Saturday, January 28, 2012

Learning From My Mistakes

The end of the Rabbit year was extra volatile. I was told the Rabbit would struggle with the Dragon through Feb. 6, 2012, so who knows what is left in store. The main life changer was an event in my life, I hope never to have to repeat again. Let's roll back the clocks to mid Dec 2011. Just finishing exams and prepping for my first year comprehensives. I tend to act out a bit after finishing major exams. A bit of a rebellious streak from my teen years bubbles to the surface. Once I left a note on a motorcycle, for a man who I imagined owned my two favorite bikes that park in front of our school. I guess its the thrill of an immediate risk. Anyway, they never really amount to much. Like an instant burst of fireworks, then well back to reality. So, back to Dec 11. I met a young boy in the dog park. I normally don't care for chatting much, but he was persistent and seemingly interesting. I thought maybe even deep. Later I was to find out he is just perma-stoned and I took long delays or slowness as thoughtful-ness. ANYWAY, it was cute how it started, but the end was so hideous, its hard to remember anything redeeming about the experience. NOTE TO SELF. 27yr old boys are too young and inexperienced for what I need in a partner. And well, even though I respect tattooing as an art, this kid was not an artist. He turned out to be ultra conservative and down right ignorant with serious anger management issues. So, how many red flags had I ignored while living out this short-lived fantasy?
I've recently started therapy to try and understand my patterns. See if I am standing in my own way. It seems like there are many things this utterly horrible experience has brought to the fore...I have some deep childhood issues that may be influencing my decision making when it comes to men and highly emotional situations. I don't think it is healthy to respond to anger the way I do, but I'm realizing these are patterns that were set in childhood that were survival mechanisms. My therapist wants me to acknowledge the pain inside, the physical manifestations when I think about it, and breath into it. Begin to let it heal. This part of me who is afraid of anger, might be the first responder in these emotional confrontations. I tend to shut down. Not speak up for myself and take the abuse until it clams down. My chest gets tight just writing this. Apparently, I've been conditioned to ignore red flags, until its way beyond what is acceptable. My goal now is to learn to differentiate between my different tendencies, listen and heed my intuition, and heal my inner child. All so I can be the strong adult me that faces most of my daily challenges, even when things become heated and emotional.
My therapist asked me if I could fall asleep tonight and wake up with everything I wanted, what would that look like.
I took a moment and then said, I'd want to be happy in a supportive, fulfilling relationship, pursuing my goals. Maybe a family, but that would depend on who that unknown man is.
That's all. Health and happiness within a good relationship. And I am actively working on me in the meanwhile. Understanding myself better, so I can be the best healer, partner, and friend/family that I can be.
May the Black Water Dragon bring in new and promising beginnings!
I'm learning from my mistakes, taking action to do what I can to correct my end of things.
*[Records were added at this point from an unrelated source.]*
#include "ridgecal/record_guard.hpp"

#include <fmt/format.h>

#include "ridgecal/errors.hpp"

namespace ridgecal {

namespace {
GuardedRecord check(const nlohmann::json& j, const std::string& file, bool allow_modified) {
  GuardedRecord out;
  out.seal = record_seal(j);
  out.modified = !out.seal.intact();
  if (out.modified && !allow_modified) {
    const bool has_digest = j.is_object() && j.contains("integrity");
    throw InputError(
        file, 0,
        has_digest ? "the record was modified after ridgecal wrote it (its integrity SHA-256 does "
                     "not match its content)"
                   : "the record has no integrity SHA-256, so it cannot be trusted",
        "re-create it with 'ridgecal fit' on the original data (the record's input member names "
        "the "
        "file and its SHA-256), or pass --allow-modified to use it anyway; the output will say so");
  }
  out.record = record_from_json(j, file);
  return out;
}
}  // namespace

GuardedRecord load_record_checked(const std::string& path, bool allow_modified) {
  return check(read_record_json(path), path, allow_modified);
}

GuardedRecord check_record_text(const std::string& text, const std::string& file,
                                bool allow_modified) {
  return check(parse_record_json(text, file), file, allow_modified);
}

std::string modified_record_note(const std::string& path) {
  return fmt::format(
      "NOTE: {} was modified after ridgecal wrote it (its integrity SHA-256 does not match); used "
      "because "
      "--allow-modified was given.",
      path);
}

const char* allow_modified_option_help() {
  return "use a record whose integrity SHA-256 does not match its content (edited by hand); the "
         "output notes it";
}

}  // namespace ridgecal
I am humbled. I am also proving the depth and character of my strength to myself. The thing I would like to wake up to tomorrow is a stronger and less fearful me. What I fear is real, but the only way to protect myself is by being strong! Can't let this kid bully me anymore. So, on that note, I'm gonna dream about a protector, maybe in the form of energy or a physically manifested Jason Statham. Then tomorrow, embody that energy.
Thanks for reading along. Surely, the next romance will be better than this past one. Lived and learned. Next!